AP yang juga salah satu guru yang masuk dalam daftar temuan BPK itu, mengatakan, begitu mendapati adanya temuan BPK, ia langsung melakukan review kelalainya dalam pemenuhan beban kerja.
Kata dia, bersama beberapa guru ternyata benar lalai dalam memastikan eviden atau bukti ketidakhadiran diinput oleh operator sekolah. “Jadi wajar saja, jika terbaca tanpa keterangan dalam presensi online. Saya dan beberapa teman guru yakin bahwa pemeriksaan BPK RI tentu telah melalui kajian panjang yang berlapis didasari regulasi yang jelas,”ujarnya.
Ia mengatakan agar tidak menyalahkan siapa-siapa dalam persoalan ini, serta menyarankan untuk intropeksi dan memeriksa kembali rekam presensi online di tahun 2023.
Menurutnya, dapat dipastikan, guru-guru yang masuk dalam daftar temuan itu, karena tidak sempat divalidasi Surat Perintah Tugas (SPT) dan Surat Cuti oleh operator sekolahn. “Ini saya alami sendiri di sekolah saya. Dan di beberapa sekolah lainnya juga demikian hal yang sebenarnya terjadi,”katanya.
Itulah alasannya, AP langsung memutuskan untuk mengembalikan apa yang menjadi rekomendasi BPK. AP menyebut ini murni kelalaian sendiri, dan bukan orang lain.
“Kenapa saya langsung memutuskan pengembalian segera setelah saya memperoleh informasi, ketika ada rekomendasi BPK, karena saya tahu ini murni kelalaian kami, dan bukan karena kelalaian orang lain,”ungkapnya.
Ia menambahkan, tidak bisa juga sepenuhnya menyalahkan operator, karena sebagai ASN penerima TPG, harusnya proaktif memberitahukan jika tidak bisa hadir karena cuti atau penugasan di luar sekolah. “Agar operator bisa melakukan validasi/pencatatan terhadap alasan ketidakhadiran,”jelasnya.

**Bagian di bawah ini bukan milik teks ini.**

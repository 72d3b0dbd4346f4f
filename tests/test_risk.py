"""Risk replay and the plan workbook."""

from __future__ import annotations

import shutil
import subprocess

import numpy as np
import pandas as pd
import pytest
from openpyxl import load_workbook

from helpers import minimal_sheets, workbook_bytes, write_workbook
from reagentplan.cli import main
from reagentplan.pipeline import run_plan
from reagentplan.risk import deterministic_flows, replay
from reagentplan.scenario import load_scenario
from reagentplan.schedule import make_plan
from reagentplan.schedule.evaluate import DailyPlan


@pytest.fixture(scope="module")
def small_run(demo_path):
    """A 60-day plan of the demo station with 300 futures."""
    from reagentplan.demo.build_demo import build_demo_workbook

    path = build_demo_workbook(demo_path.parent / "demo60.xlsx", horizon_days=60)
    return run_plan(load_scenario(path), futures=300, seed=3, time_limit=30)


def test_replay_of_the_deterministic_future_reproduces_inventory(small_run):
    plan = small_run.plan
    rr = replay(plan, deterministic_flows(plan.balance), suggest=False)
    inv = plan.inventory
    for store in plan.scenario.storage:
        np.testing.assert_allclose(rr.levels[store][0], inv.loc[inv["store"] == store, "level_t"], atol=1e-6)


def test_probabilities_are_ordered_and_in_range(small_run):
    f = small_run.risk.frame
    for col in ("p_below_safety", "p_empty", "p_over_capacity", "p_so2_over_limit"):
        v = f[col].dropna()
        assert ((v >= 0) & (v <= 1)).all(), col
    lime = f[f["store"] == "limestone"]
    assert (lime["p_empty"] <= lime["p_below_safety"] + 1e-12).all()
    assert (f["level_p10_t"] <= f["level_p50_t"] + 1e-9).all() and (f["level_p50_t"] <= f["level_p90_t"] + 1e-9).all()
    assert set(["date", "store", "p_below_safety", "p_empty", "p_over_capacity"]) <= set(f.columns)


def _lime_risk(scn, plan_result, flows) -> float:
    return float(replay(plan_result, flows, suggest=False).frame.query("store == 'limestone'")["p_below_safety"].mean())


def test_more_sulfur_spread_raises_limestone_risk_and_an_extra_train_lowers_it():
    """A short horizon where limestone is tight: spreading the sulfur (the futures' use)
    raises the chance of dropping below safety; one more train lowers it."""
    s = minimal_sheets(days=20)
    s["storage"][1] = ["limestone", 3000, 400, 900]
    scn = load_scenario(workbook_bytes(s))
    plan = make_plan(scn, firm_days=20)
    use = plan.balance["limestone_t"].to_numpy()
    rng = np.random.default_rng(0)
    z = rng.standard_normal((4000, 1)) + 0.3 * rng.standard_normal((4000, len(use)))
    narrow = {"limestone": use * (1 + 0.05 * z)}
    wide = {"limestone": use * (1 + 0.20 * z)}
    assert _lime_risk(scn, plan, wide) > _lime_risk(scn, plan, narrow)
    lane = next(l for l in plan.lanes if l.kind == "supply")
    day = int(np.flatnonzero(lane.open)[0])
    more = {k: v.copy() for k, v in plan.plan.quantity.items()}
    more[lane.name][day] += 1
    extra = replay(plan, wide, plan=DailyPlan(more, plan.plan.booked), suggest=False)
    assert (extra.frame.query("store == 'limestone'")["p_below_safety"].mean()
            < _lime_risk(scn, plan, wide))


def _station_at_the_limit(days=14, margin=None):
    """The removal lever's one-day station (`test_removal_lever.one_day_station`): 100 t of
    SO2 a day reach the scrubber, the permit allows 3 t a day on a one-day average, the
    setpoint is 98 %, and at 30 per allowance a point down saves 51.36 − 30 = 21.36, more
    than the setpoint's cost of moving (12.84), so the plan, unguarded and with no
    compliance margin, runs at the permit's 97 %: its rolling average sits exactly on the
    limit."""
    from test_removal_lever import one_day_station, set_kv

    s = one_day_station(days=days, allowance=30.0)
    if margin is not None:
        set_kv(s, "plant", "so2_limit_margin_pct", margin)
    return load_scenario(workbook_bytes(s))


@pytest.fixture(scope="module")
def at_the_limit():
    """The plan made without futures (so the permit is not guarded and the plan sits on
    the limit), then replayed against 100 sampled futures as `plan` replays it."""
    from types import SimpleNamespace

    from reagentplan.forecast import sample_futures
    from reagentplan.pipeline import FUTURE_FLOWS, SO2_FLOWS, STORE_FLOWS

    scn = _station_at_the_limit(margin=0)
    fut = sample_futures(scn, 100, seed=1, keep=FUTURE_FLOWS)
    plan = make_plan(scn, firm_days=14)
    flows = {st: fut.flows[q] for st, q in STORE_FLOWS.items() if st in scn.storage and q in fut.flows}
    risk = replay(plan, flows, so2={k: fut.flows[k] for k in SO2_FLOWS})
    return SimpleNamespace(plan=plan, futures=fut, risk=risk)


def test_permit_risk_is_computed_at_the_chosen_removal(at_the_limit):
    """A plan that holds the rolling average on the limit is over it in about half the
    futures (those whose coal brings more SO2 than the median), not in none: the chance
    is computed at the removal the plan chose, not at the setpoint.  Recomputed here
    independently: SO2 emitted = SO2 to the scrubber × (1 − removal) (the balance's
    scrubber, no sorbent injection), so a future's emitted SO2 at the setpoint s moves to
    × (100 − r) / (100 − s) at the chosen r; over a one-day average the rolling average
    is the day's emitted SO2 over its heat input."""
    run = at_the_limit
    scn, removal = run.plan.scenario, run.plan.plan.removal
    assert removal is not None and removal == pytest.approx(np.full(14, 97.0), abs=1e-3)
    setpoint = 98.0
    emitted = run.futures.flows["so2_emitted_t"] * ((100 - removal) / (100 - setpoint))[None, :]
    rate = 1000 * emitted / run.futures.flows["heat_input_gj"]
    limit = scn.plant.so2_limit_kg_per_gj
    lime = run.risk.frame[run.risk.frame["store"] == "limestone"]
    p = lime["p_so2_over_limit"].to_numpy()
    assert (p > 0.2).all() and (p < 0.8).all(), p
    np.testing.assert_allclose(p, (rate > limit * (1 + 1e-6)).mean(axis=0))
    margin = getattr(scn.plant, "so2_limit_margin_pct", 0.0) or 0.0
    q = lime["p_so2_over_margin"].to_numpy()
    np.testing.assert_allclose(q, (rate > limit * (1 - margin / 100) * (1 + 1e-6)).mean(axis=0))
    assert (q >= p).all()


def test_compliance_limit_is_the_limit_less_the_margin():
    """limit × (1 − margin / 100); no margin key: the limit; no limit: None (common
    practice, no source)."""
    from types import SimpleNamespace

    from reagentplan.risk import compliance_limit

    assert compliance_limit(SimpleNamespace(so2_limit_kg_per_gj=0.06, so2_limit_margin_pct=5.0)) == pytest.approx(0.057)
    assert compliance_limit(SimpleNamespace(so2_limit_kg_per_gj=0.06)) == pytest.approx(0.06)
    assert compliance_limit(SimpleNamespace(so2_limit_kg_per_gj=None, so2_limit_margin_pct=5.0)) is None


def test_outlook_risk_is_kept_apart_from_the_firm_window():
    """A gypsum store that overflows in every future, but only from day 10 of 20 with a
    7-day firm window: risk.csv marks each day's window, the ranked "stores at risk"
    (`top`) hold the firm window only, and the overflow is listed apart as the outlook's
    indication, from its first day."""
    s = minimal_sheets(days=20)
    scn = load_scenario(workbook_bytes(s))
    plan = make_plan(scn, firm_days=7)
    flows = deterministic_flows(plan.balance)
    gyp = np.repeat(flows["gypsum"], 50, axis=0)
    gyp[:, 10:] *= 20.0  # far more cake than any haul-out takes
    rr = replay(plan, {"limestone": np.repeat(flows["limestone"], 50, axis=0), "gypsum": gyp})
    f = rr.frame
    days = (f["date"] - f["date"].min()).dt.days
    assert (f.loc[days < 7, "window"] == "firm").all() and (f.loc[days >= 7, "window"] == "outlook").all()
    g = f[f["store"] == "gypsum"].reset_index(drop=True)
    assert g["p_over_capacity"].iloc[:7].max() <= 0.05 and g["p_over_capacity"].iloc[-1] == 1.0
    assert "gypsum" not in {t["store"] for t in rr.top}
    assert all(t["window"] == "firm" for t in rr.top)
    out = [t for t in rr.outlook if t["store"] == "gypsum"]
    first_over = g.loc[g["p_over_capacity"] > 0.05, "date"].min()
    assert out and out[0]["window"] == "outlook" and out[0]["first_date"] == f"{first_over:%Y-%m-%d}"
    assert pd.Timestamp(out[0]["first_date"]) >= scn.dates[7]


def test_top_risks_name_a_remedy_that_helps(small_run):
    for item in small_run.risk.top:
        assert item["remedy"]
        if "chance_after" in item:
            assert item["chance_after"] <= item["chance"]


@pytest.fixture(scope="module")
def plan_out(tmp_path_factory, small_run):
    from reagentplan.output import write_run

    out = tmp_path_factory.mktemp("out")
    write_run(small_run, out)
    return out


def test_workbook_sheets_match_the_csvs(plan_out):
    wb = load_workbook(plan_out / "plan.xlsx")
    for name in ("Coordinator", "Plant manager", "Sales", "Contracts", "Daily balance", "Costs",
                 "Assumptions", "Store charts"):
        assert name in wb.sheetnames
    mv = pd.read_csv(plan_out / "movements.csv")
    inbound = mv[mv["direction"] == "in"]
    ws = wb["Coordinator"]
    header = [c.value for c in ws[4]]
    rows = [r for r in ws.iter_rows(min_row=5, values_only=True) if r[0]]
    assert len(rows) == len(inbound)
    assert sum(r[header.index("tonnes [t]")] for r in rows) == pytest.approx(inbound["tonnes"].sum())
    inv = pd.read_csv(plan_out / "inventory.csv")
    ws = wb["Plant manager"]
    header = [c.value for c in ws[1]]
    col = header.index("limestone level [t]")
    levels = [r[col] for r in ws.iter_rows(min_row=2, values_only=True)]
    np.testing.assert_allclose(levels, inv.loc[inv["store"] == "limestone", "level_t"], atol=1e-3)
    assert wb["Plant manager"].freeze_panes == "A2"
    assert wb["Store charts"]._charts and wb["Contracts"]._charts


@pytest.mark.skipif(shutil.which("libreoffice") is None, reason="LibreOffice (libreoffice-calc-nogui) not installed")
def test_libreoffice_opens_the_workbook(plan_out, tmp_path):
    """A real spreadsheet program opens plan.xlsx: LibreOffice converts it to PDF and its
    first sheet to CSV, whose cells read back as written."""
    for fmt in ("pdf", "csv"):
        r = subprocess.run(["libreoffice", "--headless", f"-env:UserInstallation=file://{tmp_path}/lo",
                            "--convert-to", fmt, "--outdir", str(tmp_path), str(plan_out / "plan.xlsx")],
                           capture_output=True, text=True, timeout=240)
        assert r.returncode == 0, r.stderr
        assert (tmp_path / f"plan.{fmt}").stat().st_size > 200
    text = (tmp_path / "plan.csv").read_text(errors="replace")
    wb = load_workbook(plan_out / "plan.xlsx")
    assert wb["Coordinator"]["A1"].value in text
    assert "order by" in text and "tonnes [t]" in text


def test_interrupted_run_keeps_the_previous_output(tmp_path, monkeypatch):
    s = minimal_sheets(days=8)
    path = write_workbook(s, tmp_path / "w.xlsx")
    out = tmp_path / "out"
    assert main(["plan", str(path), "--out", str(out), "--futures", "0"]) == 0
    before = {p.name: p.read_bytes() for p in out.iterdir()}

    import reagentplan.output.run as pw

    def boom(*a, **k):
        raise RuntimeError("simulated crash while writing")

    monkeypatch.setattr(pw, "write_plan_workbook", boom)
    with pytest.raises(RuntimeError):
        main(["plan", str(path), "--out", str(out), "--futures", "0"])
    assert {p.name: p.read_bytes() for p in out.iterdir()} == before
    assert [p.name for p in tmp_path.iterdir() if p.name.startswith(".out")] == []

Setiap triwulan, lanjut AP, mereka menerima surat Kepala Dinas Pendidikan untuk pemberkasan TPG, dan salah satu diantaranya yang diminta adalah print out presensi dari aplikasi new siransija, sebagai salah satu bukti administratif untuk mengukur pemenuhan beban kerja guru ASN Daerah.
Print out presensi itu, harusnya tidak berbeda antara yang terekam dalam aplikasi, dengan hasil cetakan dari aplikasi. “Ibarat print out rekening koran dari bank, dan lalu kita mengubah angka pada hasil print out, tentu kitalah yang keliru,”paparnya.

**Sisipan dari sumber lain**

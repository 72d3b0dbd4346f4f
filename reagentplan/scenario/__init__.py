"""The scenario package (being split out of one module, `checks`)."""

from .checks import *  # noqa: F401,F403
from .checks import _Collector, _did_you_mean, _read_table, _show  # noqa: F401
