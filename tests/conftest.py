from __future__ import annotations

import pytest

from helpers import minimal_sheets, write_workbook


@pytest.fixture
def sheets():
    return minimal_sheets()


@pytest.fixture
def minimal_path(tmp_path):
    return write_workbook(minimal_sheets(), tmp_path / "minimal.xlsx")


@pytest.fixture(scope="session")
def demo_path(tmp_path_factory):
    from reagentplan.demo.build_demo import build_demo_workbook

    return build_demo_workbook(tmp_path_factory.mktemp("demo") / "demo_station.xlsx")


# ---------------------------------------------------------------- the operations record


@pytest.fixture(scope="session")
def pg_server():
    """One throwaway PostgreSQL server for the session (tests/pg.py); skipped with the
    reason where no server can be started on this machine."""
    from pg import PgServer, find_bin

    if find_bin() is None:
        pytest.skip("PostgreSQL server binaries (initdb, pg_ctl) are not installed; "
                    "scripts/test installs Debian's 'postgresql' when run as root")
    server = PgServer()
    yield server
    server.stop()


@pytest.fixture(params=["sqlite", "postgresql"])
def db_url(request, tmp_path):
    """A fresh, empty database URL: a SQLite file, and a database on the session's
    throwaway PostgreSQL server."""
    if request.param == "sqlite":
        return f"sqlite:///{tmp_path / 'record.db'}"
    return request.getfixturevalue("pg_server").new_database()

Jika terjadi perbedaan maka besar kemungkinan pihak sekolah yang akan disalahkan karena tidak memberikan data yang benar dalam berkas. Sebab kata dia, setahunya, setiap kepala sekolah menandatangani pertanggungjawaban mutlak atas kebenaran data/berkas yang disampaikan setiap guru.

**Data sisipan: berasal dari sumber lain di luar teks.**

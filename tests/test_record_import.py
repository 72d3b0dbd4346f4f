"""Recording facts: idempotence, conflicts refused whole, --replace with its audit
trail, and bad input on every sheet (sheet, row, column, found, expected; exit 2;
nothing written).  Run on SQLite and on a real PostgreSQL server."""

from __future__ import annotations

import datetime as dt

import pytest
import sqlalchemy as sa

from reagentplan.cli import main
from reagentplan.record.db import connect

from record_data import day, record_sheets, scenario_path, write_record

TODAY = "2030-03-03"  # the day before the minimal workbook's start


def counts(url: str) -> dict[str, int]:
    engine = connect(url)
    names = ["imports", "stock_surveys", "arrivals", "shipments", "orders", "generation_history",
             "coal_quality_history", "replaced_values"]
    with engine.connect() as conn:
        out = {n: conn.execute(sa.text(f"SELECT COUNT(*) FROM {n}")).scalar() for n in names}
    engine.dispose()
    return out


@pytest.fixture
def db(db_url):
    assert main(["db", "upgrade", "--db", db_url]) == 0
    return db_url


def record(db, path, *extra):
    return main(["record", str(path), "--db", db, "--as-of", TODAY, *extra])


def test_record_then_again_changes_nothing(db, tmp_path, capsys):
    wb = scenario_path(tmp_path)
    path = write_record(record_sheets(), tmp_path / "week.xlsx")
    assert record(db, path, "--scenario", str(wb)) == 0
    out = capsys.readouterr().out
    assert "arrivals: 2 added, 0 unchanged" in out and "generation_history: 7 added" in out
    first = counts(db)
    assert first["imports"] == 1 and first["arrivals"] == 2 and first["generation_history"] == 7
    assert record(db, path, "--scenario", str(wb)) == 0
    out = capsys.readouterr().out
    assert "Nothing new" in out and "arrivals: 0 added, 2 unchanged" in out
    assert counts(db) == first
    # each fact remembers its file and when
    engine = connect(db)
    with engine.connect() as conn:
        name, when = conn.execute(sa.text(
            "SELECT i.file_name, i.recorded_at FROM arrivals a JOIN imports i ON a.import_id = i.id "
            "WHERE a.ticket = 'T-1001'")).one()
    engine.dispose()
    assert name == "week.xlsx" and when is not None


def test_conflict_is_named_and_refused_whole_then_replaced_with_audit(db, tmp_path, capsys):
    sheets = record_sheets()
    assert record(db, write_record(sheets, tmp_path / "a.xlsx")) == 0
    before = counts(db)
    sheets["arrivals"][1][3] = 975.0          # T-1001 re-weighed
    sheets["arrivals"].append([day(6), "Quarry Q", 1, 990.0, "T-1003", 94.0])  # a new one too
    changed = write_record(sheets, tmp_path / "b.xlsx")
    capsys.readouterr()
    assert record(db, changed) == 2
    err = capsys.readouterr().err
    assert "sheet 'arrivals', row 2, column 'tonnes'" in err
    assert "supplier Quarry Q, ticket T-1001" in err and "985.5" in err and "975" in err
    assert "--replace" in err and "Traceback" not in err
    assert counts(db) == before  # not even the new T-1003
    assert record(db, changed, "--replace") == 0
    out = capsys.readouterr().out
    assert "arrivals: 1 added, 1 unchanged, 1 replaced" in out
    engine = connect(db)
    with engine.connect() as conn:
        tonnes = conn.execute(sa.text("SELECT tonnes FROM arrivals WHERE ticket='T-1001'")).scalar()
        audit = conn.execute(sa.text(
            "SELECT r.sheet, r.\"column\", r.old_value, r.new_value, i.file_name, i.recorded_by "
            "FROM replaced_values r JOIN imports i ON r.import_id = i.id")).all()
    engine.dispose()
    assert tonnes == 975.0
    assert [tuple(a[:5]) for a in audit] == [("arrivals", "tonnes", "985.5", "975.0", "b.xlsx")]
    assert audit[0][5]


def test_csv_and_us_customary_columns(db, tmp_path, capsys):
    (tmp_path / "stock_surveys.csv").write_text(
        "date,store,level_st,method\n2030-02-25,limestone,1102.31,survey\n", encoding="utf-8")
    assert record(db, tmp_path / "stock_surveys.csv") == 0
    engine = connect(db)
    with engine.connect() as conn:
        level = conn.execute(sa.text("SELECT level_t FROM stock_surveys")).scalar()
    engine.dispose()
    # 1 short ton = 0.90718474 t exactly (NIST SP 811, through pint)
    assert level == pytest.approx(1102.31 * 0.90718474, rel=1e-12)
    (tmp_path / "arrival.csv").write_text("date,supplier\n", encoding="utf-8")
    assert record(db, tmp_path / "arrival.csv") == 2
    assert "did you mean 'arrivals'" in capsys.readouterr().err


BAD = [
    # (sheet, data row index, column, new value, words expected in the message)
    ("stock_surveys", 0, "store", "limestnoe", ["row 2", "column 'store'", "did you mean 'limestone'"]),
    ("stock_surveys", 0, "level_t", -5, ["row 2", "column 'level_t'", "at least 0"]),
    ("stock_surveys", 1, "date", dt.date(2030, 3, 9), ["row 3", "column 'date'", "in the future"]),
    ("arrivals", 0, "supplier", "Quarry W", ["row 2", "column 'supplier'", "did you mean 'Quarry Q'"]),
    ("arrivals", 1, "tonnes", -1000, ["row 3", "column 'tonnes'", "at least 0.001"]),
    ("arrivals", 0, "loads", 3, ["row 2", "column 'tonnes'", "1500 to 3300 t for 3 load(s) of 1000 t"]),
    ("arrivals", 0, "date", dt.date(2030, 4, 1), ["row 2", "in the future"]),
    ("shipments", 0, "party", "Bored Co", ["row 2", "column 'party'", "did you mean 'Board Co'"]),
    ("shipments", 0, "loads", 1, ["row 2", "column 'tonnes'", "for 1 load(s) of 25 t"]),
    ("shipments", 1, "tonnes", -3, ["row 3", "column 'tonnes'"]),
    ("shipments", 0, "material", "gipsum", ["row 2", "column 'material'", "did you mean 'gypsum'"]),
    ("orders", 0, "supplier", "Quary Q", ["row 2", "did you mean 'Quarry Q'"]),
    ("orders", 0, "status", "booked?", ["row 2", "column 'status'", "booked, cancelled"]),
    ("orders", 1, "loads", 0, ["row 3", "column 'loads'", "from 1 to 10000"]),
    ("generation_history", 2, "unit", "U2", ["row 4", "column 'unit'", "unknown unit 'U2'"]),
    ("generation_history", 0, "mwh", 9999, ["row 2", "column 'mwh'", "at most 4800 MWh"]),
    ("generation_history", 3, "date", dt.date(2031, 1, 1), ["row 5", "in the future"]),
    ("coal_quality_history", 0, "source", "Coal Z", ["row 2", "column 'source'", "unknown source"]),
    ("coal_quality_history", 1, "sulfur_pct", 120, ["row 3", "column 'sulfur_pct'", "from 0 to 100"]),
]


@pytest.mark.parametrize("sheet,row,column,value,words", BAD,
                         ids=[f"{b[0]}-{b[2]}-{i}" for i, b in enumerate(BAD)])
def test_bad_input_names_the_place_and_writes_nothing(sheet, row, column, value, words, tmp_path,
                                                      capsys):
    url = f"sqlite:///{tmp_path / 'r.db'}"
    assert main(["db", "upgrade", "--db", url]) == 0
    sheets = record_sheets()
    j = sheets[sheet][0].index(column)
    sheets[sheet][1 + row][j] = value
    path = write_record(sheets, tmp_path / "bad.xlsx")
    before = counts(url)
    capsys.readouterr()
    assert record(url, path, "--scenario", str(scenario_path(tmp_path))) == 2
    err = capsys.readouterr().err
    assert f"sheet '{sheet}'" in err and "Traceback" not in err
    for w in words:
        assert w in err, (w, err)
    assert counts(url) == before


@pytest.mark.parametrize("sheet", ["stock_surveys", "arrivals", "shipments", "orders",
                                   "generation_history", "coal_quality_history"])
def test_duplicate_keys_within_a_file(sheet, tmp_path, capsys):
    url = f"sqlite:///{tmp_path / 'r.db'}"
    assert main(["db", "upgrade", "--db", url]) == 0
    sheets = record_sheets()
    sheets[sheet].append(list(sheets[sheet][1]))
    n = len(sheets[sheet])
    capsys.readouterr()
    assert record(url, write_record(sheets, tmp_path / "dup.xlsx")) == 2
    err = capsys.readouterr().err
    assert f"sheet '{sheet}', row {n}" in err and "a duplicate of row 2" in err
    assert counts(url)["imports"] == 0


def test_survey_above_capacity_is_recorded_and_flagged(db, tmp_path, capsys):
    sheets = {"stock_surveys": [["date", "store", "level_t"], [day(1), "limestone", 5200]]}
    assert record(db, write_record(sheets, tmp_path / "s.xlsx"), "--scenario",
                  str(scenario_path(tmp_path))) == 0
    out = capsys.readouterr().out
    assert "above the capacity 5000 t" in out and "row 2" in out
    assert counts(db)["stock_surveys"] == 1


def test_a_lab_result_typed_as_a_fraction_is_recorded_with_a_warning(db, tmp_path, capsys):
    """The same usual ranges as the workbook (`reagentplan.schema.PLAUSIBLE`): sulfur
    0.021 % where 2.1 % was meant is possible, so it is recorded, and flagged."""
    sheets = {"coal_quality_history": [["date", "source", "sulfur_pct", "ash_pct", "hhv_mj_per_kg"],
                                       [day(1), "Coal A", 0.021, 10.2, 24.8]]}
    assert record(db, write_record(sheets, tmp_path / "lab.xlsx")) == 0
    out = capsys.readouterr().out
    assert "warning:" in out and "sheet 'coal_quality_history', row 2, column 'sulfur_pct'" in out
    assert counts(db)["coal_quality_history"] == 1


def test_unknown_sheet_and_unknown_column(db, tmp_path, capsys):
    sheets = record_sheets()
    sheets["arivals"] = sheets.pop("arrivals")
    sheets["shipments"][0][4] = "tons"
    assert record(db, write_record(sheets, tmp_path / "x.xlsx")) == 2
    err = capsys.readouterr().err
    assert "sheet 'arivals'" in err and "did you mean 'arrivals'" in err
    assert counts(db)["imports"] == 0
    del sheets["arivals"]
    assert record(db, write_record(sheets, tmp_path / "y.xlsx")) == 2
    err = capsys.readouterr().err
    assert "sheet 'shipments', row 1, column 'tons'" in err and "did you mean 'tonnes'" in err


def test_record_needs_an_upgraded_database(tmp_path, capsys):
    url = f"sqlite:///{tmp_path / 'fresh.db'}"
    assert record(url, write_record(record_sheets(), tmp_path / "a.xlsx")) == 2
    assert "db upgrade" in capsys.readouterr().err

“Jadi jangan menyalahkan siapa siapa disaat kita di sekolah yang salah. Menganggap orang lain dzolim padahal penyebabnya adalah kelalaian kita sendiri, menurut saya ini sangat tidak adil,”ujarnya.
AP mengungkapkan, sejumlah sejawat guru juga mengeluhkan kepadanya, serta menyadari kelalaian yang ada. Tak sekadar menyadari, tapi mereka juga ingin melakukan pengembalian TGR sebagaimana rekomendasi BPK. Hanya saja, ia mengaku ada beberapa kepala sekolah dan guru yang mengecam, dengan label tidak solider.
“Saya pribadi menganggap itu lebih pada bentuk provokasi. Sebagai warga negara yang baik, apalagi sebagai aparatur sipil negara, masing-masing kita memiliki kadar integritas yang mempengaruhi sikap dan keputusan kita. Harusnya jangan saling mempengaruhi apalagi memprovokasi,”ungkapnya.
Masih kata AP, sebagai pendidik, dalam kondisi apapun harusnya lebih cerdas menyikapi berbagai masalah. Jangan sampai kata dia, mengambil langkah-langkah yang tidak elegan, provokatif, apalagi menyalahkan orang lain, padahal itu kelalaian sendiri.
Sebagai guru yang diberi amanah menjadi Kepala Sekolah, ia mengajak semua pihak, agar temuan BPK ini menjadi instrumen evaluasi seluruh guru dan tenaga kependidikan. AP menyebut, dalam mengelola SDM di satuan pendidikan, Kepala Sekolah memiliki tanggungjawab tugas manajerial.
Salah satunya adalah memastikan kontrol pemenuhan beban kerja guru, hingga optimalisasi tugas operator sekolah dalam melakukan validasi kehadiran guru dan tenaga kependidikan, wajib dipantau dengan baik oleh kepala sekolah.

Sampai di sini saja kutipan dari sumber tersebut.